I look at the blank line where my signature goes, the only thing he didn’t have control over. If he did, I’m sure it would already be signed.

He’s handled everything, he just couldn’t do this without me.

Of course. There’s no reality here except the one I pretended existed. Because there’s a difference between something feeling real and being real. And you aren’t the one who gets to decide.

I can feel the tears at the back of my throat, I can feel it behind my eyes and in my chest. A place that was once hollow, somewhere he filled slowly, is now drained of anything. Suddenly empty again.

There’s a stack of letters held together with a binder clip.

All from different co-op interactions, going back months.

The first letter is the board approval for the acquisition of 7B in conjunction with existing ownership of 7A.

I open the next one, a notification of permit approval.

The third is a preliminary timeline from the contractor.

I sit here, in his chair, with the letters arranged in front of me, laid out next to divorce papers, and I let myself understand what I'm looking at. But the story is pretty clear. It was always right here. He told, that first night. Anything more than this, it’s a liability.

I understand now. Because falling in love with him, the way I have, that makes extracting himself from all this so much harder.

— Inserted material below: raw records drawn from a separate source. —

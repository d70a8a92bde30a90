"""Shared helpers of the interoperability corpus scripts.

The base data set lives in testdata/interop/data.csv (written by
gen_data.py). Each writer script writes its workbooks and, for each one, a
"fragment": the manifest entry without n and effects, plus two private keys
that expected.py and verify.py read and drop:

  _fit     which rows of data.csv the author meant as data, and which
           base columns stand for the spec's controls
  _verify  facts about the file's XML to check: [member regex, regex,
           "present" or "absent"]
"""

import csv
import datetime as dt
import json
import os
import re

BASE_COLUMNS = ["client_id", "site", "client_type", "coached", "baseline",
                "hours", "earnings"]

DEFAULT_SPEC = {"outcome": "earnings", "treatment": "coached", "treated": "",
                "moderator": "client_type", "controls": ["baseline"],
                "variance": "HC3"}


def load_rows(path):
    """Reads data.csv into a list of dicts with typed values."""
    rows = []
    with open(path, newline="", encoding="utf-8") as f:
        for r in csv.DictReader(f):
            rows.append(typed(r))
    return rows


def typed(r):
    return {
        "client_id": int(r["client_id"]),
        "site": r["site"],
        "client_type": r["client_type"],
        "coached": int(r["coached"]),
        "baseline": float(r["baseline"]),
        "baseline_text": r["baseline"],
        "hours_a": int(r["hours_a"]),
        "hours_b": float(r["hours_b"]),
        "hours": float(r["hours"]),
        "earnings": float(r["earnings"]),
        "earnings_text": r["earnings"],
        "earnings_raw": r["earnings_raw"],
        "visit_date": dt.date.fromisoformat(r["visit_date"]),
        "consented": r["consented"] == "TRUE",
    }


def col_letter(i):
    """0-based column index to letters."""
    s = ""
    i += 1
    while i:
        i, rem = divmod(i - 1, 26)
        s = chr(65 + rem) + s
    return s


def spec(**kw):
    s = dict(DEFAULT_SPEC)
    s["controls"] = list(DEFAULT_SPEC["controls"])
    s.update(kw)
    return s


def entry(file, writer, family, **kw):
    """A manifest fragment with the defaults of the manifest form."""
    e = {
        "file": file,
        "writer": writer,
        "family": family,
        "sheet": "",
        "header_row": 0,
        "table": "",
        "spec": spec(),
        "expect": "match",
        "reason": "",
        "formula_columns": {},
        "checks": [],
        "notes": "",
        "_fit": {"ids": None, "controls": ["baseline"]},
        "_verify": [],
    }
    for k, v in kw.items():
        if k == "fit_ids":
            e["_fit"]["ids"] = v
        elif k == "fit_controls":
            e["_fit"]["controls"] = v
        elif k == "verify":
            e["_verify"] = v
        else:
            e[k] = v
    return e


class Fragments:
    """Collects fragments and writes them to FRAGMENTS_DIR/<writer>.json."""

    def __init__(self, name):
        self.name = name
        self.items = []

    def add(self, e):
        self.items.append(e)

    def save(self):
        d = os.environ.get("INTEROP_FRAGMENTS")
        if not d:
            raise SystemExit("INTEROP_FRAGMENTS is not set")
        with open(os.path.join(d, self.name + ".json"), "w",
                  encoding="utf-8") as f:
            json.dump(self.items, f, ensure_ascii=False, indent=1)


def out_dir():
    d = os.environ.get("INTEROP_OUT")
    if not d:
        raise SystemExit("INTEROP_OUT is not set")
    return d


def data_path():
    return os.path.join(out_dir(), "data.csv")


def ensure_dir(path):
    os.makedirs(os.path.dirname(path), exist_ok=True)


# The error codes a workbook can hold.
ERRORS = ("#N/A", "#DIV/0!")

# Rows (1-based data row numbers) whose baseline is an error value in the
# error family: left out of that file's expected fit.
ERROR_ROWS = (7, 23)

# A fixed document time, for the writers that let us set it.
DOC_TIME = dt.datetime(2024, 3, 1, 9, 0, 0)


def ids_without_rows(rows, drop_rownums):
    return [r["client_id"] for i, r in enumerate(rows, start=1)
            if i not in drop_rownums]


def jdump(obj, path):
    with open(path, "w", encoding="utf-8") as f:
        json.dump(obj, f, ensure_ascii=False, indent=1)
        f.write("\n")


def re_ok(pattern):
    re.compile(pattern)
    return pattern
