"""Checks that a workbook written back in place kept everything it had.

Usage: check_writeback.py ORIGINAL RESULT
       check_writeback.py ORIGINAL_DIR RESULT_DIR   (pairs files by path)

RESULT is ORIGINAL after a program added sheets to it (Slopewise adds a
results sheet). Read with openpyxl, independently of that program, every
original sheet must still be there, in the same order relative to the
others and in the same state (visible, hidden, veryHidden), of the same
kind (worksheet or chart sheet), and each original worksheet must have:
the same formulas and constants, the same cached values, the same number
formats, merged cells, frozen panes, data validations, tables (name, ref,
header and totals rows, columns), comments, hidden rows and columns,
autofilter, charts and images; the workbook the same defined names (a
sheet-scoped one compared by its sheet's name), date system (1900/1904)
and VBA project (the bytes of xl/vbaProject.bin). Sheets the result adds
are listed, not judged. Prints each difference; exits 1 if there is any.
"""

import os
import sys
import zipfile

import openpyxl
from openpyxl.chartsheet import Chartsheet


def sheet_list(wb):
    return [(ws.title, "chartsheet" if isinstance(ws, Chartsheet) else "worksheet",
             ws.sheet_state) for ws in wb._sheets]


def norm(v):
    """Cell values compared as a reader sees them: 1 and 1.0 alike."""
    if isinstance(v, bool) or v is None:
        return v
    if isinstance(v, (int, float)):
        return ("num", float(v))
    return v


def cells(ws):
    out = {}
    for row in ws.iter_rows():
        for c in row:
            if c.value is not None:
                out[c.coordinate] = c.value
    return out


def formats(ws):
    out = {}
    for row in ws.iter_rows():
        for c in row:
            if c.value is not None and c.number_format != "General":
                out[c.coordinate] = c.number_format
    return out


def hidden_rows(ws):
    return sorted(r for r, d in ws.row_dimensions.items() if d.hidden)


def hidden_cols(ws):
    out = set()
    for d in ws.column_dimensions.values():
        if d.hidden:
            lo, hi = d.min or 0, d.max or 0
            out.update(range(lo, hi + 1))
    return sorted(out)


def validations(ws):
    return sorted((dv.type or "", dv.operator or "", dv.formula1 or "", dv.formula2 or "",
                   str(dv.sqref), bool(dv.allow_blank))
                  for dv in ws.data_validations.dataValidation)


def tables(ws):
    out = {}
    for t in ws.tables.values():  # (TableList.items() gives refs, not tables)
        name = t.displayName
        cols = [(c.name, c.totalsRowFunction, c.totalsRowLabel) for c in t.tableColumns]
        out[name] = (t.ref, t.headerRowCount, t.totalsRowCount, cols)
    return out


def comments(ws):
    return {c.coordinate: (c.comment.text, c.comment.author)
            for row in ws.iter_rows() for c in row if c.comment is not None}


def defined_names(wb):
    titles = [ws.title for ws in wb._sheets]
    out = set()
    for dn in wb.defined_names.definedName:
        scope = titles[dn.localSheetId] if dn.localSheetId is not None else ""
        out.add((dn.name, scope, dn.attr_text, bool(dn.hidden)))
    # openpyxl 3.0 moves print titles/areas to the sheets
    for ws in wb.worksheets:
        if ws.print_title_rows or ws.print_title_cols:
            out.add(("_print_titles", ws.title, str(ws.print_title_rows), str(ws.print_title_cols)))
        if ws.print_area:
            out.add(("_print_area", ws.title, str(ws.print_area), False))
    return out


def vba(path):
    with zipfile.ZipFile(path) as z:
        return z.read("xl/vbaProject.bin") if "xl/vbaProject.bin" in z.namelist() else None


def diff_dict(label, a, b, out, limit=5):
    if a == b:
        return
    keys = sorted(set(a) | set(b), key=str)
    bad = [k for k in keys if a.get(k) != b.get(k)]
    for k in bad[:limit]:
        out.append(f"{label} {k}: {a.get(k)!r} -> {b.get(k)!r}")
    if len(bad) > limit:
        out.append(f"{label}: {len(bad) - limit} more differences")


def compare(orig, result):
    """Returns (differences, notes)."""
    diffs, notes = [], []
    kw = dict(keep_links=True)
    of, rf = openpyxl.load_workbook(orig, **kw), openpyxl.load_workbook(result, **kw)
    ov = openpyxl.load_workbook(orig, data_only=True, **kw)
    rv = openpyxl.load_workbook(result, data_only=True, **kw)

    osh, rsh = sheet_list(of), sheet_list(rf)
    rnames = [s[0] for s in rsh]
    kept = [s for s in rsh if s[0] in {x[0] for x in osh}]
    for s in osh:
        if s[0] not in rnames:
            diffs.append(f"sheet {s[0]!r} is gone")
    if [s[0] for s in kept] != [s[0] for s in osh if s[0] in rnames]:
        diffs.append(f"sheet order changed: {[s[0] for s in osh]} -> {rnames}")
    for s in osh:
        for k in kept:
            if k[0] == s[0] and k != s:
                diffs.append(f"sheet {s[0]!r}: {s[1:]} -> {k[1:]}")
    added = [s[0] for s in rsh if s[0] not in {x[0] for x in osh}]
    notes.append(f"added sheets: {added}")

    if of.epoch != rf.epoch:
        diffs.append(f"date system: {of.epoch.year} -> {rf.epoch.year}")
    od, rd = defined_names(of), defined_names(rf)
    for x in sorted(od - rd, key=str):
        diffs.append(f"defined name lost or changed: {x}")
    for x in sorted(rd - od, key=str):
        if x[1] not in added:
            notes.append(f"defined name added: {x}")
    if vba(orig) != vba(result):
        diffs.append("xl/vbaProject.bin differs (or is gone)")
    def calc(wb):  # a workbook without calcPr has calculation None
        c = wb.calculation
        return (c.fullCalcOnLoad, c.calcMode) if c is not None else None
    if calc(of) != calc(rf):
        notes.append(f"calcPr (fullCalcOnLoad, calcMode): {calc(of)} -> {calc(rf)}")

    for title, kind, _ in osh:
        if title not in rnames:
            continue
        a, b = of[title], rf[title]
        if kind == "chartsheet":
            if len(a._charts) != len(b._charts):
                diffs.append(f"{title}: charts {len(a._charts)} -> {len(b._charts)}")
            continue
        diff_dict(f"{title}: cell", {k: norm(v) for k, v in cells(a).items()},
                  {k: norm(v) for k, v in cells(b).items()}, diffs)
        diff_dict(f"{title}: cached value", {k: norm(v) for k, v in cells(ov[title]).items()},
                  {k: norm(v) for k, v in cells(rv[title]).items()}, diffs)
        diff_dict(f"{title}: number format", formats(a), formats(b), diffs)
        for label, fa, fb in (
                ("merged cells", sorted(map(str, a.merged_cells.ranges)), sorted(map(str, b.merged_cells.ranges))),
                ("frozen panes", a.freeze_panes, b.freeze_panes),
                ("hidden rows", hidden_rows(a), hidden_rows(b)),
                ("hidden columns", hidden_cols(a), hidden_cols(b)),
                ("data validations", validations(a), validations(b)),
                ("autofilter", a.auto_filter.ref, b.auto_filter.ref),
                ("charts", len(a._charts), len(b._charts)),
                ("images", len(a._images), len(b._images))):
            if fa != fb:
                diffs.append(f"{title}: {label}: {fa!r} -> {fb!r}")
        diff_dict(f"{title}: table", tables(a), tables(b), diffs)
        diff_dict(f"{title}: comment", comments(a), comments(b), diffs)
    return diffs, notes


def main():
    if len(sys.argv) != 3:
        sys.exit(__doc__)
    a, b = sys.argv[1], sys.argv[2]
    pairs = []
    if os.path.isdir(a):
        for root, _, files in os.walk(a):
            for f in sorted(files):
                if f.endswith((".xlsx", ".xlsm")):
                    rel = os.path.relpath(os.path.join(root, f), a)
                    pairs.append((os.path.join(a, rel), os.path.join(b, rel), rel))
    else:
        pairs.append((a, b, os.path.basename(a)))
    failed = 0
    for o, r, rel in pairs:
        if not os.path.exists(r):
            print(f"MISSING {rel}")
            failed += 1
            continue
        try:
            diffs, notes = compare(o, r)
        except Exception as ex:
            diffs, notes = [f"could not compare: {type(ex).__name__}: {ex}"], []
        print(f"{'same' if not diffs else 'DIFF'} {rel}")
        for d in diffs:
            print(f"    {d}")
        for n in notes:
            print(f"    note: {n}")
        failed += bool(diffs)
    sys.exit(1 if failed else 0)


if __name__ == "__main__":
    main()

When he made it clear what he was in this for.

I was just the only person dumb enough to think it could be more.

It’s overwhelming me in a way that makes me short of breath. So I take an inhale, and begin to count—no, fuck that. Fuck him, and his fucking breathing techniques and his manipulative bullshit.

He bought my apartment, and he’s had months to tell me. It was always part of the plan. He told me the cover story, never the truth. And to him, that’s perfectly fine. But to me, he’s a goddamned liar.

He needed a wife to satisfy the co-op board. No, he needed his wife’s apartment. And there I was, conveniently desperate, conveniently next door, conveniently willing to sign my name on anything he put in front of me because I trusted him. For no fucking reason.

The details undo me, because I cannot reconcile any of it. I feel something go very, very quiet inside me, and it isn’t peaceful. It’s betrayal.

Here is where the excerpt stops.